Aquí se busca contextualizar el fugaz reconocimiento de Villagómez y otras artistas de la época, motivado -en gran medida- por las discusiones sobre el rol de la mujer en la esfera pública que promovieron estas iniciativas, que a la vez visibilizaron las producciones de creativas mujeres y aportaron a la conquista del sufragio femenino.

El encuentro con Rosario me ha llevado a pensar en la idea de rastro, término que solemos usar para referirnos a una huella o presencia, pero también a una dolencia que afecta a los cuerpos, a la marca de algún suceso que se quiere borrar, pero es imposible; a aquello que incluso está ahí recordándonos lo que a veces no queremos recordar.

Asimismo, se lo relaciona con la supervivencia, con lo que sigue existiendo a pesar de todo, como los vestigios arqueológicos y monumentos.

De alguna manera sus monumentos contienen esas múltiples acepciones, representan a personajes conflictivos e ideales de progreso contradictorios; pero, a la vez, han estado ahí todo este tiempo, con todo el peso de su materialidad, guareciendo su nombre. Propongo mirarlos y travestirlos con la presencia de su autora.

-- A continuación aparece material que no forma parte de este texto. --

#include "core/model/bundle/bundle_messages.h"

#include <set>
#include <string>

#include "core/common/error.h"
#include "core/model/bundle/bundle_validation.h"
#include "core/model/bundle/schedule_messages.h"

namespace nucleate::model {
namespace {

// Tensor names appear in messages and logs; a bound keeps a damaged file from carrying megabytes
// of name (common practice, no source).
constexpr std::size_t kMaxTensorNameBytes = 256;

template <typename Convert>
auto WithinField(const std::string& parent, Convert convert) {
  try {
    return convert();
  } catch (const Error& error) {
    throw error.WithinField(parent);
  }
}

std::string Indexed(const std::string& field, int index) {
  return field + "[" + std::to_string(index) + "]";
}

std::string Shape(int rows, int cols) { return std::to_string(rows) + "x" + std::to_string(cols); }

// ---- architecture -------------------------------------------------------------------------------

v1::SpeciesMode ToMessage(SpeciesMode mode) {
  return mode == SpeciesMode::kAbsorbing ? v1::SPECIES_MODE_ABSORBING : v1::SPECIES_MODE_GIVEN;
}

SpeciesMode FromMessage(v1::SpeciesMode mode) {
  switch (mode) {
    case v1::SPECIES_MODE_UNSPECIFIED:
    case v1::SPECIES_MODE_GIVEN:
      return SpeciesMode::kGiven;
    case v1::SPECIES_MODE_ABSORBING:
      return SpeciesMode::kAbsorbing;
    default:
      break;
  }
  throw InvalidArgument("species_mode", "unknown species mode " + std::to_string(mode));
}

void ToMessage(const Architecture& a, v1::ModelArchitecture* m) {
  m->set_hidden(a.hidden);
  m->set_layers(a.layers);
  m->set_fourier_frequencies(a.fourier_frequencies);
  m->set_radial_basis(a.radial_basis);
  m->set_radial_max(a.radial_max);
  m->set_time_embedding(a.time_embedding);
  m->set_cutoff_from_atoms(a.cutoff_from_atoms);
  m->set_cutoff(a.cutoff);
  m->set_species_mode(ToMessage(a.species_mode));
  for (int z : a.elements) m->add_elements(z);
  m->set_condition_composition(a.condition_composition);
  m->set_condition_crystal_system(a.condition_crystal_system);
  m->set_condition_space_group(a.condition_space_group);
  for (const std::string& name : a.properties) m->add_properties(name);
}

Architecture FromMessage(const v1::ModelArchitecture& m) {
  Architecture a;
  a.hidden = m.hidden();
  a.layers = m.layers();
  a.fourier_frequencies = m.fourier_frequencies();
  a.radial_basis = m.radial_basis();
  a.radial_max = m.radial_max();
  a.time_embedding = m.time_embedding();
  a.cutoff_from_atoms = m.cutoff_from_atoms();
  a.cutoff = m.cutoff();
  a.species_mode = FromMessage(m.species_mode());
  a.elements.assign(m.elements().begin(), m.elements().end());
  a.condition_composition = m.condition_composition();
  a.condition_crystal_system = m.condition_crystal_system();
  a.condition_space_group = m.condition_space_group();
  a.properties.assign(m.properties().begin(), m.properties().end());
  return a;
}

// ---- schedules ----------------------------------------------------------------------------------

void ToMessage(const ModelSchedules& s, SpeciesMode mode, v1::ModelSchedules* m) {
  model::ToMessage(s.lattice, m->mutable_lattice());
  model::ToMessage(s.coordinates, m->mutable_coordinates());
  if (mode == SpeciesMode::kAbsorbing) model::ToMessage(s.species, m->mutable_species());
}

ModelSchedules FromMessage(const v1::ModelSchedules& m, SpeciesMode mode) {
  // A left-out schedule would silently become core's defaults: the model would be sampled with
  // noise it was not trained on.
  if (!m.has_lattice()) throw InvalidArgument("lattice", "is missing");
  if (!m.has_coordinates()) throw InvalidArgument("coordinates", "is missing");
  ModelSchedules s;
  s.lattice = WithinField("lattice", [&] { return model::FromMessage(m.lattice()); });
  s.coordinates = WithinField("coordinates", [&] { return model::FromMessage(m.coordinates()); });
  if (mode == SpeciesMode::kAbsorbing) {
    if (!m.has_species()) throw InvalidArgument("species", "is missing (species mode absorbing)");
    s.species = WithinField("species", [&] { return model::FromMessage(m.species()); });
  } else if (m.has_species()) {
    throw InvalidArgument("species", "is present, but species mode given has no species noise");
  }
  return s;
}

// ---- statistics ---------------------------------------------------------------------------------

void ToMessage(const NormalisationStatistics& n, v1::ModelNormalisation* m) {
  for (double v : n.lattice_mean) m->add_lattice_mean(v);
  for (double v : n.lattice_std) m->add_lattice_std(v);
  for (double v : n.property_mean) m->add_property_mean(v);
  for (double v : n.property_std) m->add_property_std(v);
}

NormalisationStatistics FromMessage(const v1::ModelNormalisation& m) {
  if (m.lattice_mean_size() != 6 || m.lattice_std_size() != 6) {
    throw InvalidArgument("lattice_mean", "has " + std::to_string(m.lattice_mean_size()) +
                                              " means and " + std::to_string(m.lattice_std_size()) +
                                              " standard deviations; the lattice has 6 numbers");
  }
  NormalisationStatistics n;
  for (int i = 0; i < 6; ++i) {
    n.lattice_mean[i] = m.lattice_mean(i);
    n.lattice_std[i] = m.lattice_std(i);
  }
  n.property_mean.assign(m.property_mean().begin(), m.property_mean().end());
  n.property_std.assign(m.property_std().begin(), m.property_std().end());
  return n;
}

void ToMessage(const std::vector<std::uint64_t>& counts, v1::AtomCountHistogram* m) {
  m->mutable_counts()->Add(counts.begin(), counts.end());
}

std::vector<std::uint64_t> FromMessage(const v1::AtomCountHistogram& m, std::uint64_t max_atoms) {
  if (static_cast<std::uint64_t>(m.counts_size()) > max_atoms + 1) {
    throw LimitExceeded("counts", "cover cells of up to " + std::to_string(m.counts_size() - 1) +
                                      " atoms, above the limit of " + std::to_string(max_atoms));
  }
  return {m.counts().begin(), m.counts().end()};
}

void ToMessage(const AtomCountHistograms& h, v1::AtomCountHistograms* m) {
  ToMessage(h.overall, m->mutable_overall());
  for (const auto& counts : h.by_crystal_system) ToMessage(counts, m->add_by_crystal_system());
}

AtomCountHistograms FromMessage(const v1::AtomCountHistograms& m, std::uint64_t max_atoms) {
  AtomCountHistograms h;
  if (m.by_crystal_system_size() != 7) {
    throw InvalidArgument("by_crystal_system", "has " + std::to_string(m.by_crystal_system_size()) +
                                                   " histograms, one per crystal system (7) "
                                                   "expected");
  }
  h.overall = WithinField("overall", [&] { return FromMessage(m.overall(), max_atoms); });
  for (int i = 0; i < 7; ++i) {
    h.by_crystal_system[i] = WithinField(Indexed("by_crystal_system", i), [&] {
      return FromMessage(m.by_crystal_system(i), max_atoms);
    });
  }
  return h;
}

// ---- provenance ---------------------------------------------------------------------------------

void ToMessage(const Provenance& p, v1::ModelProvenance* m) {
  m->set_dataset_hash(p.dataset_hash);
  m->set_seed(p.seed);
  m->set_settings(p.settings);
  m->set_library_version(p.library_version);
  m->set_training_steps(p.training_steps);
  m->set_train_count(p.train_count);
  m->set_validation_count(p.validation_count);
  m->set_test_count(p.test_count);
}

Provenance FromMessage(const v1::ModelProvenance& m) {
  Provenance p;
  p.dataset_hash = m.dataset_hash();
  p.seed = m.seed();
  p.settings = m.settings();
  p.library_version = m.library_version();
  p.training_steps = m.training_steps();
  p.train_count = m.train_count();
  p.validation_count = m.validation_count();
  p.test_count = m.test_count();
  return p;
}

// ---- tensors ------------------------------------------------------------------------------------

// Every shape against its values and the total against the limit, before the flat array exists.
std::uint64_t CheckTensorSizes(const v1::ModelBundle& m, const BundleLimits& limits) {
  if (static_cast<std::uint64_t>(m.tensors_size()) > limits.max_tensors) {
    throw LimitExceeded("tensors", std::to_string(m.tensors_size()) +
                                       " tensors, above the limit of " +
                                       std::to_string(limits.max_tensors));
  }
  std::set<std::string> names;
  std::uint64_t total = 0;
  for (int k = 0; k < m.tensors_size(); ++k) {
    const v1::ModelTensor& t = m.tensors(k);
    const std::string field = Indexed("tensors", k);
    if (t.name().empty()) throw InvalidArgument(field, "has no name");
    if (t.name().size() > kMaxTensorNameBytes) {
      throw InvalidArgument(field, "name is " + std::to_string(t.name().size()) +
                                       " bytes, at most " + std::to_string(kMaxTensorNameBytes) +
                                       " allowed");
    }
    if (!names.insert(t.name()).second) {
      throw InvalidArgument(field, "repeats the tensor name '" + t.name() + "'");
    }
    if (t.rows() < 1 || t.cols() < 1) {
      throw InvalidArgument(field, "'" + t.name() + "' has shape " + Shape(t.rows(), t.cols()) +
                                       "; rows and cols must be >= 1");
    }
    const std::uint64_t size = static_cast<std::uint64_t>(t.rows()) * t.cols();
    if (size != static_cast<std::uint64_t>(t.values_size())) {
      throw InvalidArgument(field, "'" + t.name() + "' has shape " + Shape(t.rows(), t.cols()) +
                                       " but " + std::to_string(t.values_size()) + " values");
    }
    total += size;  // each term is below 2^31, the count below 2^32: no overflow
    if (total > limits.max_tensor_values) {
      throw LimitExceeded("tensors", "hold more than " + std::to_string(limits.max_tensor_values) +
                                         " values in all, the limit");
    }
  }
  return total;
}

void RequireLayoutMatches(const v1::ModelBundle& m, const nn::ParameterLayout& expected) {
  const auto& specs = expected.tensors();
  if (static_cast<std::size_t>(m.tensors_size()) != specs.size()) {
    throw InvalidArgument("tensors", "holds " + std::to_string(m.tensors_size()) +
                                         " tensors; the architecture expects " +
                                         std::to_string(specs.size()));
  }
  for (int k = 0; k < m.tensors_size(); ++k) {
    const v1::ModelTensor& t = m.tensors(k);
    const nn::TensorSpec& spec = specs[k];
    const std::string field = Indexed("tensors", k);
    if (t.name() != spec.name) {
      throw InvalidArgument(
          field, "is named '" + t.name() + "'; the architecture expects '" + spec.name + "' here");
    }
    if (t.rows() != spec.rows || t.cols() != spec.cols) {
      throw InvalidArgument(field, "'" + t.name() + "' has shape " + Shape(t.rows(), t.cols()) +
                                       "; the architecture expects shape " +
                                       Shape(spec.rows, spec.cols));
    }
  }
}

}  // namespace

void ToMessage(const ModelBundle& bundle, v1::ModelBundle* message) {
  message->set_format_version(kModelBundleFormatVersion);
  ToMessage(bundle.architecture, message->mutable_architecture());
  ToMessage(bundle.schedules, bundle.architecture.species_mode, message->mutable_schedules());
  ToMessage(bundle.normalisation, message->mutable_normalisation());
  ToMessage(bundle.atom_counts, message->mutable_atom_counts());
  for (const nn::TensorSpec& spec : bundle.layout.tensors()) {
    v1::ModelTensor* tensor = message->add_tensors();
    tensor->set_name(spec.name);
    tensor->set_rows(spec.rows);
    tensor->set_cols(spec.cols);
    const float* first = bundle.values.data() + spec.offset;
    tensor->mutable_values()->Add(first, first + spec.size());
  }
  ToMessage(bundle.provenance, message->mutable_provenance());
}

ModelBundle FromMessage(const v1::ModelBundle& m, const BundleLimits& limits,
                        const LayoutForArchitecture& expected_layout) {
  ModelBundle bundle;
  bundle.architecture = WithinField("architecture", [&] { return FromMessage(m.architecture()); });
  // Before anything is sized by the architecture (the expected layout, the schedules).
  WithinField("architecture",
              [&] { ValidateArchitecture(bundle.architecture, limits.architecture); });
  bundle.schedules = WithinField(
      "schedules", [&] { return FromMessage(m.schedules(), bundle.architecture.species_mode); });
  bundle.normalisation =
      WithinField("normalisation", [&] { return FromMessage(m.normalisation()); });
  bundle.atom_counts = WithinField(
      "atom_counts", [&] { return FromMessage(m.atom_counts(), limits.max_histogram_atoms); });
  bundle.provenance = FromMessage(m.provenance());

  const std::uint64_t total_values = CheckTensorSizes(m, limits);
  if (expected_layout) {
    bundle.layout = expected_layout(bundle.architecture);
    RequireLayoutMatches(m, bundle.layout);
  } else {
    // Only names and shapes are known; how a tensor was initialised no longer matters.
    for (const v1::ModelTensor& t : m.tensors()) {
      bundle.layout.Add(t.name(), t.rows(), t.cols(), nn::TensorSpec::Init::kZero, 0.0);
    }
  }
  bundle.values.reserve(static_cast<std::size_t>(total_values));
  for (const v1::ModelTensor& t : m.tensors()) {
    bundle.values.insert(bundle.values.end(), t.values().begin(), t.values().end());
  }
  ValidateModelBundle(bundle, limits);
  return bundle;
}

}  // namespace nucleate::model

Rosario es, para mí, el conjunto de muchos rastros, una fuerza movilizadora que me exige preguntar sobre las mujeres en el arte. Un rastro que se presenta como fisura y que se impone de forma azarosa para alertarnos, provocarnos, movilizarnos, para ser/hacer con ella.

La exposición estará abierta hasta el domingo 22 de marzo. Cuenta con el trabajo fotográfico de David Coral y el asesoramiento museográfico del artista Oswaldo Terreros; y con el gran aporte del arquitecto José Furoiani, hijo de Rosario, quien falleció a principios de este mes, y Ana María Furoiani, nieta de la artista, a quienes les dedico estas líneas. (O)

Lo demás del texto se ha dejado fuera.